6 March 2013
Today we cover how Parallel GC works. Specifically this is the combination of running a Parallel Scavenge collector over Eden and the Parallel Mark and Sweep collector over the Tenured generation. You can get this option by passing in -XX:+UseParallelOldGC though its the default on certain machine types.
You may want to read my first blog post on Garbage Collection if you haven't since this gives a general overview.
In the parallel scavenge collector eden and survivor spaces are collected using an approach known as Hemispheric GC. Objects are initially allocated in Eden, once Eden is close to full 1 a gc of the Eden space is triggered. This identifies live objects and copies them to the active Survivor Space2. It then treats the whole Eden space as a free, contiguous, block of memory which it can allocate into again.
In this case the allocation process ends up being like cutting a piece of cheddar. Each chunk gets sliced off contiguously and then the slice next to is the next to be 'eaten'. This has the upside that allocation merely requires pointer addition.
A slab of cheddar, ready to be allocated.
In order to identify live objects a search of the object graph is undertaken. The search starts from a set of 'root' objects which are objects that are guaranteed to be live, for example every thread is a root object. The search then find objects which are pointed to by the root set, and expands outwards until it has found all live objects. Here's a really nice pictorial representation, courtesy of Michael Triana
Parallel in the context of parallel scavenge means the collection is done by multiple threads running at the same time. This shouldn't be confused with incremental GC, where the collector runs at the same time as, or interleaved with, the program. Parallel collection improves overall GC throughput by better using modern multicore CPUs. The parallelism is achieved by giving each thread a set of the roots to mark and a segment of the table of objects.
There are two survivor spaces, but only one of them is active at any point in time. They are collected in the same way as eden. The idea is that objects get copied into the active survivor space when they are promoted from eden. Then when its time to evacuate the space they are copied into the inactive survivor space. Once the active survivor space is completely evacuated the inactive space becomes active, and the active space becomes inactive. This is achieve by flipping the pointer to the beginning of the survivor space and means that all the dead objects in the survivor space can be freed at the cost of assigning to a single pointer.
Since this involves only copying live objects and pointer changes the time taken to collect eden and survivor spaces is proportional to the amount of live objects. This is quite important since due to the generational hypothesis we know that most objects die young, and there's consequently no GC cost to freeing the memory associated with them.
The design of the survivor spaces is motivated by the idea that collecting objects when they are young is cheaper than doing a collection of the tenured space. Having objects continue to be collected in a hemispheric fashion for a few GC runs is helpful to the overall throughput.
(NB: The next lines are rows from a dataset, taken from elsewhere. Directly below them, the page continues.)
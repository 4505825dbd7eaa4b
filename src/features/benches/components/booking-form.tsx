import { useCallback, useId, useMemo, useState, type FormEvent } from 'react';
import { Alert } from '../../../components/ui/alert';
import { Button } from '../../../components/ui/button';
import { Checkbox } from '../../../components/ui/checkbox';
import { FormErrorSummary } from '../../../components/ui/form-error-summary';
import { Select } from '../../../components/ui/select';
import { TextField } from '../../../components/ui/text-field';
import { isApiError } from '../../../lib/api-client';
import { describeSubmitError, zodFieldErrors, type FormErrorItem } from '../../../lib/form-errors';
import {
  createBookingRequestSchema,
  MAX_BOOKING_HOURS,
  type Bench,
  type Booking,
} from '../../../../shared/schemas/benches';
import type { QueueItem } from '../../../../shared/schemas/matrix';
import { useBookBench } from '../api/bookings';
import { formatDayHeading, formatDueDate, formatSlot, instantFromLocalInput, localInputValue } from './bench-time';
import { TextArea } from '../../../components/ui/text-area';

type Field = 'benchId' | 'startsAt' | 'endsAt' | 'cellIds' | 'note';
const labels: Record<Field, string> = {
  benchId: 'Bench',
  startsAt: 'Starts',
  endsAt: 'Ends',
  cellIds: 'Cells',
  note: 'Note',
};

export interface BookingFormProps {
  benches: readonly Bench[];
  cells: readonly QueueItem[];
  /** Preselected bench (the one the page is filtered to). */
  initialBenchId: number | null;
  /** Suggested start, e.g. the next whole hour; given by the page so rendering stays pure. */
  suggestedStart: Date;
  zoneLabel: string;
  onBooked: (booking: Booking) => void;
}

/**
 * A tester books a bench for a slot against their own assigned cells. Times are typed in the device's zone and sent
 * as UTC instants. A refused slot (the bench is taken) keeps everything typed, with the server's reason on top.
 */
export function BookingForm({ benches, cells, initialBenchId, suggestedStart, zoneLabel, onBooked }: BookingFormProps) {
  const formId = useId();
  const book = useBookBench();
  const active = benches.filter((bench) => bench.active);
  const [benchId, setBenchId] = useState(() =>
    initialBenchId !== null && active.some((bench) => bench.id === initialBenchId)
      ? String(initialBenchId)
      : active.length === 1
        ? String(active[0].id)
        : '',
  );
  const [startsAt, setStartsAt] = useState(() => localInputValue(suggestedStart));
  const [endsAt, setEndsAt] = useState(() => localInputValue(new Date(suggestedStart.getTime() + 2 * 3_600_000)));
  const [cellIds, setCellIds] = useState<number[]>([]);
  const [note, setNote] = useState('');
  const [errors, setErrors] = useState<Partial<Record<Field, string>>>({});
  const [refusal, setRefusal] = useState<string | null>(null);
  const [attempt, setAttempt] = useState(0);
  const [booked, setBooked] = useState<Booking | null>(null);
  const id = useCallback((field: Field) => `${formId}-${field}`, [formId]);

  const clearError = (field: Field) =>
    setErrors((current) => {
      if (!(field in current)) return current;
      const next = { ...current };
      delete next[field];
      return next;
    });

  const summaryItems: FormErrorItem[] = useMemo(
    () =>
      (Object.keys(labels) as Field[])
        .filter((field) => errors[field])
        .map((field) => ({ fieldId: id(field), label: labels[field], message: errors[field] as string })),
    [errors, id],
  );

  const submit = (event: FormEvent) => {
    event.preventDefault();
    setRefusal(null);
    setBooked(null);
    const found: Partial<Record<Field, string>> = {};
    if (!benchId) found.benchId = 'Choose a bench.';
    const start = instantFromLocalInput(startsAt);
    const end = instantFromLocalInput(endsAt);
    if (!start) found.startsAt = 'Enter the date and time the slot starts.';
    if (!end) found.endsAt = 'Enter the date and time the slot ends.';
    const request = { startsAt: start ?? '', endsAt: end ?? '', cellIds, note };
    const parsed = createBookingRequestSchema.safeParse(request);
    if (!parsed.success) {
      const fromSchema = zodFieldErrors(parsed.error);
      for (const field of ['startsAt', 'endsAt', 'cellIds', 'note'] as const) {
        if (!found[field] && fromSchema[field]) found[field] = fromSchema[field];
      }
    }
    if (Object.keys(found).length > 0 || !parsed.success) {
      setErrors(found);
      setAttempt((count) => count + 1);
      return;
    }
    setErrors({});
    book.mutate(
      { benchId: Number(benchId), booking: parsed.data },
      {
        onSuccess: (booking) => {
          setBooked(booking);
          setCellIds([]);
          setNote('');
          onBooked(booking);
        },
        onError: (error) => {
          const { fields, message } = describeSubmitError(error);
          const next: Partial<Record<Field, string>> = {};
          for (const [name, text] of Object.entries(fields)) if (name in labels) next[name as Field] = text;
          setErrors(next);
          // An overlap (409) or a closed bench is about the slot as a whole: say it first, in the server's words.
          if (isApiError(error) && (error.status === 409 || Object.keys(next).length === 0)) setRefusal(message);
          setAttempt((count) => count + 1);
        },
      },
    );
  };

  if (active.length === 0) {
    return <p className="text-sm text-muted">No bench is in service, so nothing can be booked now.</p>;
  }

  return (
    <form noValidate onSubmit={submit} className="space-y-4" aria-label="Book a bench">
      {booked && (
        <Alert tone="success" announce title="Booked">
          {booked.bench.name}, {formatDayHeading(new Date(booked.startsAt))}{' '}
          {formatSlot(booked.startsAt, booked.endsAt)} ({zoneLabel}).
        </Alert>
      )}
      <FormErrorSummary
        title="This slot was not booked"
        items={summaryItems}
        message={refusal ?? undefined}
        attempt={attempt}
      />

      <Select
        id={id('benchId')}
        label={labels.benchId}
        placeholder="Choose a bench…"
        options={active.map((bench) => ({
          value: String(bench.id),
          label: bench.location ? `${bench.name} (${bench.location})` : bench.name,
        }))}
        value={benchId}
        error={errors.benchId}
        onChange={(event) => {
          setBenchId(event.target.value);
          clearError('benchId');
          setRefusal(null);
        }}
      />
      <div className="grid gap-3 sm:grid-cols-2">
        <TextField
          id={id('startsAt')}
          label={labels.startsAt}
          type="datetime-local"
          step={900}
          value={startsAt}
          error={errors.startsAt}
          onChange={(event) => {
            setStartsAt(event.target.value);
            clearError('startsAt');
            setRefusal(null);
          }}
        />
        <TextField
          id={id('endsAt')}
          label={labels.endsAt}
          type="datetime-local"
          step={900}
          value={endsAt}
          error={errors.endsAt}
          onChange={(event) => {
            setEndsAt(event.target.value);
            clearError('endsAt');
            setRefusal(null);
          }}
        />
      </div>
      <p className="-mt-2 text-[0.8125rem] text-muted">
        In {zoneLabel}. At most {MAX_BOOKING_HOURS} hours per booking; slots may touch but not overlap.
      </p>

      <fieldset
        id={id('cellIds')}
        tabIndex={-1}
        aria-describedby={errors.cellIds ? `${id('cellIds')}-error` : undefined}
        className="outline-none"
      >
        <legend className="mb-1.5 text-sm font-semibold text-ink">Your cells this slot is for</legend>
        {errors.cellIds && (
          <p id={`${id('cellIds')}-error`} className="mb-1.5 flex gap-1.5 text-sm font-medium text-red">
            <span aria-hidden="true">✕</span>
            <span>{errors.cellIds}</span>
          </p>
        )}
        {cells.length === 0 ? (
          <p className="text-sm text-muted">
            You have no assigned cells to book time for. An editor assigns cells in a roundup’s test matrix.
          </p>
        ) : (
          <div className="max-h-64 space-y-2 overflow-y-auto pr-1">
            {cells.map((item) => (
              <Checkbox
                key={item.cell.id}
                label={`${item.product.maker} ${item.product.model} · ${item.loadConfiguration.name}`}
                description={`${item.roundup.title}${item.cell.dueDate ? ` · due ${formatDueDate(item.cell.dueDate)}` : ''}${item.cell.overdue ? ' · overdue' : ''}`}
                checked={cellIds.includes(item.cell.id)}
                onChange={(event) => {
                  setCellIds((current) =>
                    event.target.checked
                      ? [...current, item.cell.id]
                      : current.filter((cellId) => cellId !== item.cell.id),
                  );
                  clearError('cellIds');
                }}
              />
            ))}
          </div>
        )}
      </fieldset>

      <TextArea
        id={id('note')}
        label={labels.note}
        optional
        rows={2}
        value={note}
        error={errors.note}
        description="Anything the next person at the bench should know."
        onChange={(event) => {
          setNote(event.target.value);
          clearError('note');
        }}
      />
      <Button type="submit" variant="primary" pending={book.isPending} disabled={cells.length === 0}>
        Book this slot
      </Button>
    </form>
  );
}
Finally the fact that eden is organised into a single contiguous space makes object allocation cheap. A C program might back onto the 'malloc' command in order to allocate a block of memory, which involves traversing a list of free spaces in memory trying to find something that's big enough. When you use an arena allocator and consecutively allocate all you need to do is check there is enough free space and then increment a pointer by the size of the object.
Objects that have survived a certain number of collections make their way into the tenured space. The number of times that they need to survive is referred to as the 'tenuring threshold'. Tenured Collections work somewhat differently to Eden, using an algorithm called mark and sweep. Each object has a mark bit associated with it. The marks are initially all set to false and as the object is reached during the graph search they're set to true.
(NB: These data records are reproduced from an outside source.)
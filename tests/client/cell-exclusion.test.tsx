import { render, screen } from '@testing-library/react';
import userEvent from '@testing-library/user-event';
import { MemoryRouter } from 'react-router';
import { describe, expect, it, vi } from 'vitest';
import { ApiError } from '../../src/lib/api-client';
import { ReadinessPanel } from '../../src/features/editorial/components/readiness-panel';
import type { Readiness } from '../../shared/schemas/readiness';

const readiness: Readiness = {
  roundupId: 4,
  ready: false,
  blocking: [{ kind: 'cell', label: 'Board A at 300 W: no run of record', link: '/roundups/4/cells/7', cellId: 7 }],
  excludedCells: [],
  state: 'writing',
  canRequestReview: false,
};

function renderPanel(onExclude: (cellId: number, reason: string) => Promise<unknown>) {
  render(
    <MemoryRouter>
      <ReadinessPanel readiness={readiness} canExclude onExclude={onExclude} onInclude={vi.fn()} />
    </MemoryRouter>,
  );
}

describe('Leaving a matrix cell out of the roundup', () => {
  it('when the reason is empty, then the shared schema says what is missing beside the field and nothing is sent', async () => {
    const user = userEvent.setup();
    const onExclude = vi.fn(() => Promise.resolve());
    renderPanel(onExclude);
    await user.click(screen.getByRole('button', { name: 'Leave this cell out…' }));
    await user.click(screen.getByRole('button', { name: 'Leave out' }));
    // The message of excludeCellRequestSchema (shared/schemas/readiness.ts).
    expect(screen.getByText('Write why this cell is left out of the roundup.')).toBeTruthy();
    expect(onExclude).not.toHaveBeenCalled();
  });

  it('when a reason is given, then it is sent trimmed for that cell, and a refusal shows beside it with the text kept', async () => {
    const user = userEvent.setup();
    const onExclude = vi.fn(() =>
      Promise.reject(new ApiError(409, 'conflict', 'The cell already has a run of record.')),
    );
    renderPanel(onExclude);
    await user.click(screen.getByRole('button', { name: 'Leave this cell out…' }));
    await user.type(screen.getByLabelText(/Why this cell is left out/), '  The sample went back early  ');
    await user.click(screen.getByRole('button', { name: 'Leave out' }));
    expect(onExclude).toHaveBeenCalledWith(7, 'The sample went back early');
    expect(await screen.findByText('The cell already has a run of record.')).toBeTruthy();
    expect((screen.getByLabelText(/Why this cell is left out/) as HTMLTextAreaElement).value).toBe(
      '  The sample went back early  ',
    );
  });
});
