import { render, waitFor } from '@testing-library/react';
import type { Editor } from '@tiptap/react';
import { describe, expect, it, vi } from 'vitest';
import SectionEditor from '../../src/features/write-up/components/section-editor';
import type { WriteUpDocument } from '../../shared/schemas/write-up-document';

// Opening a section is not changing it: the write-up saves on change, and a save hands a signed-off section back to
// drafting. The editor library appends an empty paragraph after a list or a block that ends the text on its first
// transaction (a focus will do); that tidying must not count as the person's change, while their typing must.

const endsInList: WriteUpDocument = {
  type: 'doc',
  content: [
    { type: 'paragraph', content: [{ type: 'text', text: 'Every board was tested on the same open bench.' }] },
    {
      type: 'bulletList',
      content: [
        {
          type: 'listItem',
          content: [{ type: 'paragraph', content: [{ type: 'text', text: 'Stock, all-core load.' }] }],
        },
      ],
    },
  ],
};

const endsInLiveBlock: WriteUpDocument = {
  type: 'doc',
  content: [{ type: 'liveBlock', attrs: { block: 'results', entryId: 4 } }],
};

async function openEditor(content: WriteUpDocument) {
  const onChange = vi.fn();
  let editor: Editor | null = null;
  render(
    <SectionEditor
      initialContent={content}
      editable
      label="Product section: Test board"
      photos={[]}
      liveBlocks={[]}
      defaultEntryId={4}
      onReady={(created) => {
        editor = created;
      }}
      onChange={onChange}
    />,
  );
  await waitFor(() => expect(editor).not.toBeNull());
  return { editor: editor as unknown as Editor, onChange };
}

describe('the section editor reports only the person’s changes', () => {
  it.each([
    ['a list', endsInList],
    ['a live block', endsInLiveBlock],
  ])('focusing a text that ends in %s changes nothing, typing does', async (_, content) => {
    const { editor, onChange } = await openEditor(content);
    editor.commands.focus('end');
    editor.commands.blur();
    await new Promise((resolve) => setTimeout(resolve, 50));
    expect(onChange).not.toHaveBeenCalled();

    editor.commands.insertContent('A sentence typed by the writer.');
    expect(onChange).toHaveBeenCalledTimes(1);
    expect(JSON.stringify(editor.getJSON())).toContain('A sentence typed by the writer.');
  });
});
The graph search that identifies live objects is similar to the search described for young generation. The difference is that instead of copying live objects, it simply marks them. After this it can go through the object table and free any object that isn't live. This process is done in parallel by several threads, each search a region of the heap.
Unfortunately this process of deleting objects that aren't live leaves the tenured space looking like Swiss Cheese. You get some used memory where objects live, and gaps in between where objects used to live. This kind of fragmentation isn't helpful for application performance because it makes it impossible to allocate objects that are bigger than the size of the holes.
Cheese after Mark and Sweep.
In order to reduce the Swiss Cheese problem the Parallel Mark/Sweep compacts the heap down to try and make live objects contiguously allocated at the start of the tenured space. After deletion it search areas of the tenured space in order to identify which have low occupancy and which have high occupancy. The live objects from lower occupancy regions are moved down towards regions that have higher occupancy. These are naturally at the lower end of memory from the previous compacting phase. The moving of objects in this phase is actually performed by the thread allocated to the destination region, rather than the source region.
Low occupancy cheese.
In part three I'll look at how the CMS, or Concurrent-Mark-Sweep, collector works. Hopefully this post will be easier for those with dairy allergies to read.